■ Given data ■
☆ ☆ ☆ ☆ ☆ ☆ ☆
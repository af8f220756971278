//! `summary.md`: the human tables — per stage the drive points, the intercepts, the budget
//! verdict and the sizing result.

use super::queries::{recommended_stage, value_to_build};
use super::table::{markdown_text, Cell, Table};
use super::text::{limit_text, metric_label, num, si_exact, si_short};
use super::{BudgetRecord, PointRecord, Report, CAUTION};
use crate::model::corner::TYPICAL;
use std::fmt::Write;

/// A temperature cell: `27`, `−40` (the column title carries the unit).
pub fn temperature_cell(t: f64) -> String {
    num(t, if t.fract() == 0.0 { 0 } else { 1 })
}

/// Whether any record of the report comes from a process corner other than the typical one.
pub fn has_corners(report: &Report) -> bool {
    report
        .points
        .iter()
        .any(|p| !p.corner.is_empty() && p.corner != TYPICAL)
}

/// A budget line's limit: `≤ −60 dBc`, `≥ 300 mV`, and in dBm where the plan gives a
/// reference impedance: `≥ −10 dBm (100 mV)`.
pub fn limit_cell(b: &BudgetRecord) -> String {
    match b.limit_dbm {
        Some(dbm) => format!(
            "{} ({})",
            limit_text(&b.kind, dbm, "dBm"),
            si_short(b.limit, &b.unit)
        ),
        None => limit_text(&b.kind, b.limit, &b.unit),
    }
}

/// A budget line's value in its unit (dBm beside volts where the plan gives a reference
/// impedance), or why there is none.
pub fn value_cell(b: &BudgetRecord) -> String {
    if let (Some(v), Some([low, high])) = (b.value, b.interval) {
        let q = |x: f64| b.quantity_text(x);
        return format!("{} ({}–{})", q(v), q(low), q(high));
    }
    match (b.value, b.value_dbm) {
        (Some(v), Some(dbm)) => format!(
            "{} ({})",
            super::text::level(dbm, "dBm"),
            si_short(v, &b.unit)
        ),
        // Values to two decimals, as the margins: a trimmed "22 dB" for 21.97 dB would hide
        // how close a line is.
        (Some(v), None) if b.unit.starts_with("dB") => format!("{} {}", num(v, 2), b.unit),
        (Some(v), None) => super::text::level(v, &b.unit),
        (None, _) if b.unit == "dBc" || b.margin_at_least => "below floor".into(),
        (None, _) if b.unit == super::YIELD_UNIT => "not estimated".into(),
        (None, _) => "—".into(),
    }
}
☆ ☆ ☆ ☆ ☆ ☆ ☆
■ What you will do ■
Every line above from the line with "dB would hide" to the line with "(Some(v), None) =>" is wanted, ends included; write them out exactly and add no other line.

■ Solution ■
        // Values to two decimals, as the margins: a trimmed "22 dB" for 21.97 dB would hide
        // how close a line is.
        (Some(v), None) if b.unit.starts_with("dB") => format!("{} {}", num(v, 2), b.unit),
        (Some(v), None) => super::text::level(v, &b.unit),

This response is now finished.